This project demonstrates the Random Pause method of performance tuning. In it we take a program distilled from the author's experience, and over a series of iterations, increase it's performance by about 2-3 orders of magnitude.
It is called CIM for Computer Integrated Manufacturing. Imagine a factory containing a number of workstations, for painting, machining, etc., and a material handling system that moves pieces of work (JOBS) from one workstation to the next. Each JOB consists of a series of batch operations (BOPS), and each BOP consists of a sequence of TASKS to be done at the workstations, interleaved with material handling (MH) steps be move each piece from one workstation to the next. These are done in parallel, to keep the equipment busy. Entry of new jobs is throttled, so it doesn't get clogged up with work.
This program simulates this system. The TASKS and MH movements don't actually happen, they are just enumerated, to simulate the whole system. Each time a JOB finishes, a message "Ack Job xxxx" is printed. Then at the end in prints out the average number of microseconds needed to simulate one job.
Remember, the purpose of this is to demonstrate how to speed up software. Most programs will have less room than this for speedup. Some will have more. Regardless, with this technique any program can be brought near to optimal.
In CIM2, the initial simulation, on my machine, the time is 2700 us/job, or just shy of 3 milliseconds. This is an average taken over 10,000 JOBs, so the actual wall clock time is 27 seconds. During that time, I randomly hit the pause button a few times. Each time, I capture the call stack. The stacks I captured are in the ReadMe.txt file in the project. There were 5 stack samples. Looking at the samples, it was evident that 3 out of the 5 samples were in the use of std::vector<T>. Two of them were from one function, and one was from another. They were all from different lines.

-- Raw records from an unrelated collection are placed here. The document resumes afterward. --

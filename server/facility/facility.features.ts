import { FEATURE_STATUSES, type FeatureAnswer, type FeatureCreateInput, type FeaturePatchInput } from "#shared/schemas/facility.ts";
import type { Project } from "#shared/schemas/projects.ts";
import type { Actor } from "../core/types.ts";
import { changeDetail, conflict, invalid, type FacilityContext } from "./facility.context.ts";
import type { FigureUseCases } from "./facility.figures.ts";
import { deleteFeature, findFeature, insertFeature, updateFeature, type FeatureFields } from "./facility.repository.ts";

const fieldsOf = (f: FeatureFields): FeatureFields => ({ kind: f.kind, name: f.name, detail: f.detail, layer: f.layer, status: f.status, statusDate: f.statusDate, audience: f.audience });

/** Site features for prospects (security layers, client facilities, connectivity, certifications): entering, editing, deleting. */
export function createFeatureUseCases(ctx: FacilityContext, figures: Pick<FigureUseCases, "staffFacility">) {
  const { now, addTo, change, recordCreate, recordUpdate, recordDelete } = ctx;

  const answer = async (w: { project: Project; result: number }): Promise<FeatureAnswer> => (await figures.staffFacility(w.project)).features.find((f) => f.id === w.result)!;

  return {
    async createFeature(slug: string, input: FeatureCreateInput, actor: Actor): Promise<FeatureAnswer> {
      return answer(
        await addTo(slug, async (trx, project) => {
          const at = now();
          const id = await insertFeature(trx, project.id, fieldsOf(input), at);
          await recordCreate(trx, actor, project, { action: "facility_feature_created", subject: "feature", id, name: input.name, to: input.status, at, detail: { ...fieldsOf(input) } });
          return id;
        }),
      );
    },

    /** The kind is fixed once entered; the status and layer given are checked against it. */
    async patchFeature(id: number, input: FeaturePatchInput, actor: Actor): Promise<FeatureAnswer> {
      return answer(
        await change("feature", id, findFeature, async (trx, before, project) => {
          if (before.version !== input.version) throw conflict("feature", before);
          const { version: _version, ...given } = input;
          const next: FeatureFields = { ...fieldsOf(before), ...Object.fromEntries(Object.entries(given).filter(([, v]) => v !== undefined)) };
          const changes = changeDetail({ ...fieldsOf(before) }, { ...next });
          if (Object.keys(changes).length === 0) return id;
          const fields: Record<string, string> = {};
          if (!FEATURE_STATUSES[next.kind].includes(next.status)) fields.status = `must be one of ${FEATURE_STATUSES[next.kind].join(", ")} for ${next.kind}`;
          if (next.kind === "security" && !next.layer) fields.layer = "is required for security";
          if (next.kind !== "security" && next.layer) fields.layer = "applies to security only";
          if (Object.keys(fields).length > 0) throw invalid(fields);
          const at = now();
          if ((await updateFeature(trx, id, before.version, next, at)) === 0) throw conflict("feature", await findFeature(trx, id));
          await recordUpdate(trx, actor, project, { action: "facility_feature_updated", subject: "feature", id, name: next.name, was: { ...fieldsOf(before) }, will: { ...next }, at });
          return id;
        }),
      );
    },

    async deleteFeature(id: number, actor: Actor): Promise<void> {
      await change("feature", id, findFeature, async (trx, f, project) => {
        await deleteFeature(trx, id);
        await recordDelete(trx, actor, project, { action: "facility_feature_deleted", subject: "feature", id, name: f.name, from: f.status, detail: { feature: fieldsOf(f) } });
      });
    },
  };
}
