/** `/projects/:slug/gallery`: the cleared photos of published content, by area, system and month. */
export function GalleryPage() {
  const { slug = "" } = useParams();
  const [params, setParams] = useSearchParams();
  const filters = galleryFiltersOf(params);
  const project = useSuspenseQuery(siteProjectQueryOptions(slug));
  const gallery = useSuspenseQuery(galleryQueryOptions(slug, filters));
  const [open, setOpen] = useState<number | null>(null);
  useTitle("Gallery", project.data.name);

  const set = (k: keyof GalleryFilters, v: string) =>
    setParams((prev) => {
      const u = new URLSearchParams(prev);
      if (v) u.set(k, v);
      else u.delete(k);
      return u;
    });

  const items = gallery.data.items;
  const lightboxItems: LightboxItem[] = items.map((p) => ({
    picture: p,
    caption: p.caption || p.altText,
    meta: photoMeta(p, p.areas.length ? [p.areas.join(", ")] : []),
  }));

  const g = gallery.data;
  const about = facilityFilterName(filters, items.map((p) => (p as GalleryPhoto & { facilityTags?: Array<{ kind: string; id: number; name: string }> }).facilityTags ?? []));
  return (
    <Frame wide>
      <ProjectMasthead slug={slug} projectName={project.data.name} operatorName={project.data.operatorName} />
      <h1 className="mt-6 text-3xl font-semibold tracking-tight">{about ? `Photographs of ${about}` : "Photographs from the site"}</h1>
      <p className="mt-2 max-w-2xl text-ink-soft">Photos published with the updates and photo stories, cleared for the public. Some are illustrations, marked as such in their captions.</p>
      {about ? (
        <p className="mt-2 text-sm">
          <button type="button" className="underline underline-offset-4" onClick={() => set(filters.block ? "block" : "plant", "")}>
            Show every photograph
          </button>
        </p>
      ) : null}
      <SitePlanSection slug={slug} heading="Photographs by area" selected={filters.area ?? null} className="mt-6" />
      <div className="mt-6 grid gap-3 border border-rule bg-sheet p-4 sm:grid-cols-3">
        <SelectField label="Area" value={filters.area ?? ""} onChange={(e) => set("area", e.target.value)} options={[{ value: "", label: "All areas" }, ...g.areas.map((a) => ({ value: a, label: a }))]} />
        <SelectField
          label="System"
          value={filters.system ?? ""}
          onChange={(e) => set("system", e.target.value)}
          options={[{ value: "", label: "All systems" }, ...g.systems.map((s) => ({ value: s, label: tagWord({ kind: "system", value: s }) }))]}
        />
        <SelectField label="Month" value={filters.month ?? ""} onChange={(e) => set("month", e.target.value)} options={[{ value: "", label: "Any month" }, ...g.months.map((m) => ({ value: m, label: monthWords(m) }))]} />
      </div>
      {items.length > 0 ? (
        <PressKitLink slug={slug} operatorName={project.data.operatorName} of={{ area: filters.area }} what={filters.area ? `every public photograph of ${filters.area}` : "every public photograph of the gallery"} className="mt-3" />
      ) : null}
      <div className="mt-6">
        {items.length === 0 ? (
          <p className="text-ink-soft">No published photograph matches these choices.</p>
        ) : (
          // One grid, newest first, as many columns as fit (decision 055): each photo carries its own
          // date, so month headings would only break the rows into part-empty ones.
          <ul className="grid grid-cols-2 gap-x-3 gap-y-5 sm:grid-cols-[repeat(auto-fill,minmax(14rem,1fr))]" data-testid="gallery-grid">
            {items.map((photo, index) => (
              <li key={photo.id}>
                <GalleryThumb photo={photo} onOpen={() => setOpen(index)} />
              </li>
            ))}
          </ul>
        )}
      </div>
      <Lightbox items={lightboxItems} index={open} onIndexChange={setOpen} label="Site photograph" />
    </Frame>
  );
}

function PairItem({ item, sizes, eager }: { item: Extract<StoryItem, { kind: "pair" }>; sizes: string; eager: boolean }) {
  if (!item.before || !item.after) return null;
  const thenOn = capturedOn(item.before.takenAt);
  const nowOn = capturedOn(item.after.takenAt);
  return (
    <figure data-testid="story-pair">
      <CompareSlider
        before={item.before}
        after={item.after}
        beforeLabel={`Then${thenOn ? ` · ${thenOn}` : ""}`}
        afterLabel={`Now${nowOn ? ` · ${nowOn}` : ""}`}
        label={`${item.area}: drag to compare ${thenOn ?? "the earlier photo"} with ${nowOn ?? "the later one"}`}
        sizes={sizes}
        eager={eager}
      />
      <figcaption className="mt-2 text-sm text-ink-soft">
        <span className="font-semibold text-ink">{item.area}</span>
        {thenOn && nowOn ? ` · ${thenOn} and ${nowOn}` : ""}
        {item.caption ? <span className="mt-1 block font-serif text-base text-ink">{item.caption}</span> : null}
        <span className="mt-1 block text-xs">Drag the divider, or focus it and use the arrow keys, to compare.</span>
      </figcaption>
    </figure>
  );
}

function StoryArticle({ story, slug, zone, operatorName }: { story: StoryDetail; slug: string; zone: string; operatorName: string }) {
  const [open, setOpen] = useState<number | null>(null);
  const photos = story.items.flatMap((it) => (it.kind === "photo" && it.media ? [{ media: it.media, caption: it.caption }] : []));
  const lightbox: LightboxItem[] = photos.map((p) => ({ picture: p.media, caption: p.caption || p.media.caption, meta: photoMeta(p.media) }));
  const sizes = "(min-width: 800px) 768px, calc(100vw - 2rem)";
  let photoIndex = -1;
  return (
    <article className="mx-auto max-w-3xl" data-testid="story-page">
      <header className="mt-6">
        <p className="flex flex-wrap items-center gap-2 text-sm text-ink-soft">
          <span className="label-caps">Photo story</span>
          {story.publishedAt ? <time dateTime={story.publishedAt}>{dayOf(story.publishedAt, zone)}</time> : null}
          <AudienceMark audience={story.audience} hidePublic />
        </p>
        <h1 className="mt-1 text-3xl font-semibold leading-tight tracking-tight sm:text-4xl">{story.title}</h1>
        {story.intro ? <p className="mt-3 whitespace-pre-line font-serif text-xl leading-relaxed text-ink-soft">{story.intro}</p> : null}
      </header>
      <ol className="mt-8 flex flex-col gap-10">
        {story.items.map((it, i) => {
          if (it.kind === "pair") {
            return (
              <li key={`pair-${i}`}>
                <PairItem item={it} sizes={sizes} eager={i === 0} />
              </li>
            );
          }
          if (!it.media) return null;
          photoIndex += 1;
          const at = photoIndex;
          const media: MediaPicture = it.media;
          const meta = photoMeta(media);
          return (
            <li key={`photo-${i}`}>
              <figure>
                <button type="button" className="block w-full cursor-zoom-in" onClick={() => setOpen(at)} aria-label={`Enlarge: ${media.altText || it.caption || "photo"}`} data-testid="story-photo">
                  <Picture picture={media} eager={i === 0} sizes={sizes} />
                </button>
                <figcaption className="mt-2 text-sm text-ink-soft">
                  {it.caption ? <span className="block font-serif text-base text-ink">{it.caption}</span> : null}
                  {meta ? <span className="block text-xs">{meta}</span> : null}
                </figcaption>
              </figure>
            </li>
          );
        })}
      </ol>
      {story.audience === "public" ? <PressKitLink slug={slug} operatorName={operatorName} of={{ story: story.slug }} what="the story's photographs" className="mt-10" /> : null}
      <p className="mt-10 border-t border-rule pt-4 text-sm">
        <Link to={`/projects/${slug}/gallery`} className="font-medium text-ink underline underline-offset-4">
          More photographs in the gallery →
        </Link>
      </p>
      <Lightbox items={lightbox} index={open} onIndexChange={setOpen} label="Photo" />
    </article>
  );
}

/** `/projects/:slug/stories/:storySlug`: a photo story, then-and-now pairs as comparison sliders. */
export function StoryPage() {
  const { slug = "", storySlug = "" } = useParams();
  const project = useSuspenseQuery(siteProjectQueryOptions(slug)).data;
  const story = useSuspenseQuery(storyQueryOptions(slug, storySlug)).data;
  return <PublishedItem slug={slug} project={project} kind="stories" asked={storySlug} answer={story} article={(s) => <StoryArticle story={s} slug={slug} zone={project.timeZone} operatorName={project.operatorName} />} />;
}
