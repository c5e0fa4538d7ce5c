import type { Frequency, Interest, SubscriberStatus, Topics } from "#shared/schemas/subscribers.ts";
import { SYSTEM_WORD } from "../../lib/format.ts";

export const INTEREST_WORD: Record<Interest, string> = {
  prospect: "I may lease space here",
  investor: "Investor or lender",
  press: "Press",
  neighbour: "Neighbour",
};

/** Short forms for tables. */
export const INTEREST_SHORT: Record<Interest, string> = { prospect: "Prospect", investor: "Investor", press: "Press", neighbour: "Neighbour" };

export const FREQUENCY_WORD: Record<Frequency, string> = {
  immediate: "As it happens (one e-mail per update)",
  weekly: "Weekly, on Monday morning",
  monthly: "Monthly, on the first working day",
};

export const FREQUENCY_SHORT: Record<Frequency, string> = { immediate: "As it happens", weekly: "Weekly", monthly: "Monthly" };

/** Status by shape and word together, never by colour alone. */
export const STATUS_LOOK: Record<SubscriberStatus, { glyph: string; word: string; className: string }> = {
  pending: { glyph: "◌", word: "Waiting to confirm", className: "text-ink-soft" },
  confirmed: { glyph: "●", word: "Subscribed", className: "text-good" },
  unsubscribed: { glyph: "—", word: "Left", className: "text-ink-faint" },
  bounced: { glyph: "✕", word: "Bounced", className: "text-bad" },
  complained: { glyph: "▲", word: "Reported as spam", className: "text-bad" },
};

export function topicsWords(t: Topics | null): string {
  if (!t) return "Everything";
  return [...t.areas, ...t.systems.map((s) => SYSTEM_WORD[s])].join(", ");
}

What can you conclude from this? Simply that roughly 60% of the time was going into vector<T> operations.
So the way I personally thought I would try to improve that was to switch to a different vector class, so CIM3 was the result of using CTypedPtrArray instead of vector. CIM3 achieves 1800 usec/job, roughly a 50% speedup, or a factor of 1.5.
Then I did the same thing to CIM3, taking 10 stack samples. 4 of them (roughly 40%) are spent calling the indexing operator on CTypedPtrArray, even though they were all done in different places. That suggests doing array indexing directly, not going through the indexing operator function. (It's fair to say that if I were doing a Release build, those would be inlined. The problem with that is it would be hard to do further sampling with a Release build, so I stayed with Debug. Clearly that's just a matter of strategy.)
So I did that, and that was CIM4. Now the performance was 1500 usec/job. That eliminated 300 out of 1800 usec, or about a 1/6 reduction in time. That's not as large as the roughly 40% that might have been eliminated, but I'll take it. That's a 1800/1500 = 1.2 or a 20% speedup.
Again I took 10 samples. 5 of them were in new/delete. 3 of them were in adding/removing items in the arrays. I thought I could save the new/delete time by keeping pools of used objects. I thought I could save the add/remove time by doing do-it-yourself linked lists rather than arrays. The result was CIM5. I actually did it in two stages. First I made the do-it-yourself linked lists, and the time dropped to 1300 usec/job. That's 1500/1300 = 1.15 or a 15% speedup. In the second stage I implemented the pooled objects. Then the time dropped to 440 usec/job.
That's 1300/440 = 2.95 = 195% speedup! (Overall now, the speedup is 2700/440 = 6.14)
Again, I took 5 samples. Three of them were in a macro called NTH that I had written for extracting the nth element of a linked list. That suggested rather than keeping an index into the linked list as if it were an array, keep a pointer into the list. It's only being incremented in a very simple way along the list. No more NTH.
The result was CIM6, with 140 usec/job. That's 440/140 = 3.14. (Overall speedup: 2700/140 = 19.3)
Now I took 4 samples, and every single one was somewhere in the "cout" call. So I thought I would see what would happen if I simply suppressed the output. When I did that, the time dropped to 3.7 usec/job. Now the overall speedup is 2700/3.7 = 730 !!
I could have kept going, but I stopped there.
What's the lesson to learn? This is a totally manual method, and it does not require fancy measurement. It does require reading the samples and understanding them. The profilers I've tried have been little or no help in suggesting to me what might profitably be changed. They seem to have the idea that performance opportunities are localized to specific routines, and if you agree with that, you would not have made more than a fraction of the changes that were made here. So if you are fond of a profiler, make sure it finds you enough compounded speedups to earn its keep.